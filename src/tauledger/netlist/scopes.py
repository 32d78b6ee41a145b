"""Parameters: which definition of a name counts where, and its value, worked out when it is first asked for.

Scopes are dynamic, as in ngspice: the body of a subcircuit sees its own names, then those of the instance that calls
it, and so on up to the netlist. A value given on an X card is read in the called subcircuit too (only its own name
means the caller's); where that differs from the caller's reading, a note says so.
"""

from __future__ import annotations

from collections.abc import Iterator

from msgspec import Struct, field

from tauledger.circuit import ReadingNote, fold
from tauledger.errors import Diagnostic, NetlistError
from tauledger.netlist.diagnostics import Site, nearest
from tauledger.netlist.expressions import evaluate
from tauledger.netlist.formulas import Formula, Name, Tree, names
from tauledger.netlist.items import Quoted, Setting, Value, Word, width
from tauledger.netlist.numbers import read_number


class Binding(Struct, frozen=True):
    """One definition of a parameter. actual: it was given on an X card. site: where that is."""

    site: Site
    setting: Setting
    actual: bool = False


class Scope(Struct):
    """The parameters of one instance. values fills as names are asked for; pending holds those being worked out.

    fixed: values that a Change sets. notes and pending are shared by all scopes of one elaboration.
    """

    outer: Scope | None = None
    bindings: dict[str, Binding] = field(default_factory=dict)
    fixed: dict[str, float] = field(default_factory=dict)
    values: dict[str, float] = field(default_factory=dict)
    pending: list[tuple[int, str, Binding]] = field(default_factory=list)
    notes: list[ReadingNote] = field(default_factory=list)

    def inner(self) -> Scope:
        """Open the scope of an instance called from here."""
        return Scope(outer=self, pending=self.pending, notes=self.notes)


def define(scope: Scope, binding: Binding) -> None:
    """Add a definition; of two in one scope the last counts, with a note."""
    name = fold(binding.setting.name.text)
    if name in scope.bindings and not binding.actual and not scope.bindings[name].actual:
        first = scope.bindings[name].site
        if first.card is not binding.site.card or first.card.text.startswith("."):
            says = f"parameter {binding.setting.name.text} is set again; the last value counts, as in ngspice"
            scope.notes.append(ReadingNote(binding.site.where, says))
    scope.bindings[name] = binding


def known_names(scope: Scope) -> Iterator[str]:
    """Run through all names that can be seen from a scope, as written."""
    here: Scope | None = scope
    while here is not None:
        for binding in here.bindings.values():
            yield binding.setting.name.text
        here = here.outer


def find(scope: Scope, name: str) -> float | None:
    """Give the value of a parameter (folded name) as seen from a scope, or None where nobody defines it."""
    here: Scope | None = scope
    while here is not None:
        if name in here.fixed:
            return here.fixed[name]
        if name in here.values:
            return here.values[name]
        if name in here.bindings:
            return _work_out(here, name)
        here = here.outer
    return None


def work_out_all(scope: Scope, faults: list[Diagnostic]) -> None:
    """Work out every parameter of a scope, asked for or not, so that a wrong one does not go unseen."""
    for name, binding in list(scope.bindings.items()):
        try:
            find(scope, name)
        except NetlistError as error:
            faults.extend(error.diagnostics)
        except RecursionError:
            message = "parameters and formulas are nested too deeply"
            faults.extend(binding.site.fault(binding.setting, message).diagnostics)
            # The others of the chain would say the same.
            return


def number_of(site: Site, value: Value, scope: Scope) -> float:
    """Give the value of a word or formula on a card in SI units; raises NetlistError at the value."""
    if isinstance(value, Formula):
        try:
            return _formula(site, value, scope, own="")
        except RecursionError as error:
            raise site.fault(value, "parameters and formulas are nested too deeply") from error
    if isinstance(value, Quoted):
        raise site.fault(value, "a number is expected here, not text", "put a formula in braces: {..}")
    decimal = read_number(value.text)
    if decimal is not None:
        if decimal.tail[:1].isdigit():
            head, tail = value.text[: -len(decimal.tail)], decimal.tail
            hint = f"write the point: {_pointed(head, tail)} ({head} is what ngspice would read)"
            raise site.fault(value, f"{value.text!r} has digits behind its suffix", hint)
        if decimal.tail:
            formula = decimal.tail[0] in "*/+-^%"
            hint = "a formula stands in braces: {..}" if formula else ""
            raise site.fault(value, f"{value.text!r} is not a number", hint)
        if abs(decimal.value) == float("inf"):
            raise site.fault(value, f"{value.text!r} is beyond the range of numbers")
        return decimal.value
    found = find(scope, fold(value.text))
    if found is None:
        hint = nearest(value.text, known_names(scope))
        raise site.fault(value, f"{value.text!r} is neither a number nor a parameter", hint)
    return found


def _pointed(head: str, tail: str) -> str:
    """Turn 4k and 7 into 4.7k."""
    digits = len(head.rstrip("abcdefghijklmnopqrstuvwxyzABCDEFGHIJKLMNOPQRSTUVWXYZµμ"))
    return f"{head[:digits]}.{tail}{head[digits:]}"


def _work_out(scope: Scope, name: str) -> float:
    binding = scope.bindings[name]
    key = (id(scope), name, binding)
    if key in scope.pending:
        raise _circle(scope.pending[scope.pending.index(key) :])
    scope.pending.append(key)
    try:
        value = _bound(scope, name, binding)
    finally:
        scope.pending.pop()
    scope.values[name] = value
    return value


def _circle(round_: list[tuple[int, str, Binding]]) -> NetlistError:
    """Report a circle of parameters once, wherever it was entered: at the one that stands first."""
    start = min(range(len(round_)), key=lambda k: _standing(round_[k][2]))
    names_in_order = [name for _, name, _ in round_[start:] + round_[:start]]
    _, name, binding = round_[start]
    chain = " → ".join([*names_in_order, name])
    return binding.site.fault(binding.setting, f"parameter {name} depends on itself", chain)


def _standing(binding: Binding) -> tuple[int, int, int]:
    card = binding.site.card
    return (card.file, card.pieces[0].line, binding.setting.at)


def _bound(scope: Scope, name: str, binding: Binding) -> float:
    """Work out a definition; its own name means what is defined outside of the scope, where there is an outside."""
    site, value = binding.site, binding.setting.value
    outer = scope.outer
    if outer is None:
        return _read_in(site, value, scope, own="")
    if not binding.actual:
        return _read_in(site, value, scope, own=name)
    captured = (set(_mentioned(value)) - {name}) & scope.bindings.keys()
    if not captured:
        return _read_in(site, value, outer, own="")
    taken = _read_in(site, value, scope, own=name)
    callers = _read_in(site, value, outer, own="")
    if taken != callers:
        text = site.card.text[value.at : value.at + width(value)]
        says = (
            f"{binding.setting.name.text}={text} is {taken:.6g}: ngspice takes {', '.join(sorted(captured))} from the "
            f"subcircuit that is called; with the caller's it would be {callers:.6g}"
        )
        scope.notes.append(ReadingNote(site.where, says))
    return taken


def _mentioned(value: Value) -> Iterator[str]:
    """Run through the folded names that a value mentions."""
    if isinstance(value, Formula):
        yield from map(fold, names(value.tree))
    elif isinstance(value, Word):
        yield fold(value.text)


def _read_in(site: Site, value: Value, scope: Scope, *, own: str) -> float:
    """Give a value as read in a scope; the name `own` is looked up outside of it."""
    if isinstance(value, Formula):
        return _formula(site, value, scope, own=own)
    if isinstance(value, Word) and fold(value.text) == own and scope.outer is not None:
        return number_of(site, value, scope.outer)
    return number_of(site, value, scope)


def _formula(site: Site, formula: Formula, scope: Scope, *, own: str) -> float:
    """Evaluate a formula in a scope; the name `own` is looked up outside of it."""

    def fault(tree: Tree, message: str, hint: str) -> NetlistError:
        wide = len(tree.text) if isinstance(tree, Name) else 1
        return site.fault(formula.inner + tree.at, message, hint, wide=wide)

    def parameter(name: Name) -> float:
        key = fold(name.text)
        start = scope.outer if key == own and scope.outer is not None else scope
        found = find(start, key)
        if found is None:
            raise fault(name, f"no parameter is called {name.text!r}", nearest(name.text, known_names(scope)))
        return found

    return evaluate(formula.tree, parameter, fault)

Exercise. Return the material above in full, word for word.

Reply to the exercise.
filename src/tauledger/netlist/scopes.py
repository 32d78b6ee41a145b
"""Parameters: which definition of a name counts where, and its value, worked out when it is first asked for.

Scopes are dynamic, as in ngspice: the body of a subcircuit sees its own names, then those of the instance that calls
it, and so on up to the netlist. A value given on an X card is read in the called subcircuit too (only its own name
means the caller's); where that differs from the caller's reading, a note says so.
"""

from __future__ import annotations

from collections.abc import Iterator

from msgspec import Struct, field

from tauledger.circuit import ReadingNote, fold
from tauledger.errors import Diagnostic, NetlistError
from tauledger.netlist.diagnostics import Site, nearest
from tauledger.netlist.expressions import evaluate
from tauledger.netlist.formulas import Formula, Name, Tree, names
from tauledger.netlist.items import Quoted, Setting, Value, Word, width
from tauledger.netlist.numbers import read_number


class Binding(Struct, frozen=True):
    """One definition of a parameter. actual: it was given on an X card. site: where that is."""

    site: Site
    setting: Setting
    actual: bool = False


class Scope(Struct):
    """The parameters of one instance. values fills as names are asked for; pending holds those being worked out.

    fixed: values that a Change sets. notes and pending are shared by all scopes of one elaboration.
    """

    outer: Scope | None = None
    bindings: dict[str, Binding] = field(default_factory=dict)
    fixed: dict[str, float] = field(default_factory=dict)
    values: dict[str, float] = field(default_factory=dict)
    pending: list[tuple[int, str, Binding]] = field(default_factory=list)
    notes: list[ReadingNote] = field(default_factory=list)

    def inner(self) -> Scope:
        """Open the scope of an instance called from here."""
        return Scope(outer=self, pending=self.pending, notes=self.notes)


def define(scope: Scope, binding: Binding) -> None:
    """Add a definition; of two in one scope the last counts, with a note."""
    name = fold(binding.setting.name.text)
    if name in scope.bindings and not binding.actual and not scope.bindings[name].actual:
        first = scope.bindings[name].site
        if first.card is not binding.site.card or first.card.text.startswith("."):
            says = f"parameter {binding.setting.name.text} is set again; the last value counts, as in ngspice"
            scope.notes.append(ReadingNote(binding.site.where, says))
    scope.bindings[name] = binding


def known_names(scope: Scope) -> Iterator[str]:
    """Run through all names that can be seen from a scope, as written."""
    here: Scope | None = scope
    while here is not None:
        for binding in here.bindings.values():
            yield binding.setting.name.text
        here = here.outer


def find(scope: Scope, name: str) -> float | None:
    """Give the value of a parameter (folded name) as seen from a scope, or None where nobody defines it."""
    here: Scope | None = scope
    while here is not None:
        if name in here.fixed:
            return here.fixed[name]
        if name in here.values:
            return here.values[name]
        if name in here.bindings:
            return _work_out(here, name)
        here = here.outer
    return None


def work_out_all(scope: Scope, faults: list[Diagnostic]) -> None:
    """Work out every parameter of a scope, asked for or not, so that a wrong one does not go unseen."""
    for name, binding in list(scope.bindings.items()):
        try:
            find(scope, name)
        except NetlistError as error:
            faults.extend(error.diagnostics)
        except RecursionError:
            message = "parameters and formulas are nested too deeply"
            faults.extend(binding.site.fault(binding.setting, message).diagnostics)
            # The others of the chain would say the same.
            return


def number_of(site: Site, value: Value, scope: Scope) -> float:
    """Give the value of a word or formula on a card in SI units; raises NetlistError at the value."""
    if isinstance(value, Formula):
        try:
            return _formula(site, value, scope, own="")
        except RecursionError as error:
            raise site.fault(value, "parameters and formulas are nested too deeply") from error
    if isinstance(value, Quoted):
        raise site.fault(value, "a number is expected here, not text", "put a formula in braces: {..}")
    decimal = read_number(value.text)
    if decimal is not None:
        if decimal.tail[:1].isdigit():
            head, tail = value.text[: -len(decimal.tail)], decimal.tail
            hint = f"write the point: {_pointed(head, tail)} ({head} is what ngspice would read)"
            raise site.fault(value, f"{value.text!r} has digits behind its suffix", hint)
        if decimal.tail:
            formula = decimal.tail[0] in "*/+-^%"
            hint = "a formula stands in braces: {..}" if formula else ""
            raise site.fault(value, f"{value.text!r} is not a number", hint)
        if abs(decimal.value) == float("inf"):
            raise site.fault(value, f"{value.text!r} is beyond the range of numbers")
        return decimal.value
    found = find(scope, fold(value.text))
    if found is None:
        hint = nearest(value.text, known_names(scope))
        raise site.fault(value, f"{value.text!r} is neither a number nor a parameter", hint)
    return found


def _pointed(head: str, tail: str) -> str:
    """Turn 4k and 7 into 4.7k."""
    digits = len(head.rstrip("abcdefghijklmnopqrstuvwxyzABCDEFGHIJKLMNOPQRSTUVWXYZµμ"))
    return f"{head[:digits]}.{tail}{head[digits:]}"


def _work_out(scope: Scope, name: str) -> float:
    binding = scope.bindings[name]
    key = (id(scope), name, binding)
    if key in scope.pending:
        raise _circle(scope.pending[scope.pending.index(key) :])
    scope.pending.append(key)
    try:
        value = _bound(scope, name, binding)
    finally:
        scope.pending.pop()
    scope.values[name] = value
    return value


def _circle(round_: list[tuple[int, str, Binding]]) -> NetlistError:
    """Report a circle of parameters once, wherever it was entered: at the one that stands first."""
    start = min(range(len(round_)), key=lambda k: _standing(round_[k][2]))
    names_in_order = [name for _, name, _ in round_[start:] + round_[:start]]
    _, name, binding = round_[start]
    chain = " → ".join([*names_in_order, name])
    return binding.site.fault(binding.setting, f"parameter {name} depends on itself", chain)


def _standing(binding: Binding) -> tuple[int, int, int]:
    card = binding.site.card
    return (card.file, card.pieces[0].line, binding.setting.at)


def _bound(scope: Scope, name: str, binding: Binding) -> float:
    """Work out a definition; its own name means what is defined outside of the scope, where there is an outside."""
    site, value = binding.site, binding.setting.value
    outer = scope.outer
    if outer is None:
        return _read_in(site, value, scope, own="")
    if not binding.actual:
        return _read_in(site, value, scope, own=name)
    captured = (set(_mentioned(value)) - {name}) & scope.bindings.keys()
    if not captured:
        return _read_in(site, value, outer, own="")
    taken = _read_in(site, value, scope, own=name)
    callers = _read_in(site, value, outer, own="")
    if taken != callers:
        text = site.card.text[value.at : value.at + width(value)]
        says = (
            f"{binding.setting.name.text}={text} is {taken:.6g}: ngspice takes {', '.join(sorted(captured))} from the "
            f"subcircuit that is called; with the caller's it would be {callers:.6g}"
        )
        scope.notes.append(ReadingNote(site.where, says))
    return taken


def _mentioned(value: Value) -> Iterator[str]:
    """Run through the folded names that a value mentions."""
    if isinstance(value, Formula):
        yield from map(fold, names(value.tree))
    elif isinstance(value, Word):
        yield fold(value.text)


def _read_in(site: Site, value: Value, scope: Scope, *, own: str) -> float:
    """Give a value as read in a scope; the name `own` is looked up outside of it."""
    if isinstance(value, Formula):
        return _formula(site, value, scope, own=own)
    if isinstance(value, Word) and fold(value.text) == own and scope.outer is not None:
        return number_of(site, value, scope.outer)
    return number_of(site, value, scope)


def _formula(site: Site, formula: Formula, scope: Scope, *, own: str) -> float:
    """Evaluate a formula in a scope; the name `own` is looked up outside of it."""

    def fault(tree: Tree, message: str, hint: str) -> NetlistError:
        wide = len(tree.text) if isinstance(tree, Name) else 1
        return site.fault(formula.inner + tree.at, message, hint, wide=wide)

    def parameter(name: Name) -> float:
        key = fold(name.text)
        start = scope.outer if key == own and scope.outer is not None else scope
        found = find(start, key)
        if found is None:
            raise fault(name, f"no parameter is called {name.text!r}", nearest(name.text, known_names(scope)))
        return found

    return evaluate(formula.tree, parameter, fault)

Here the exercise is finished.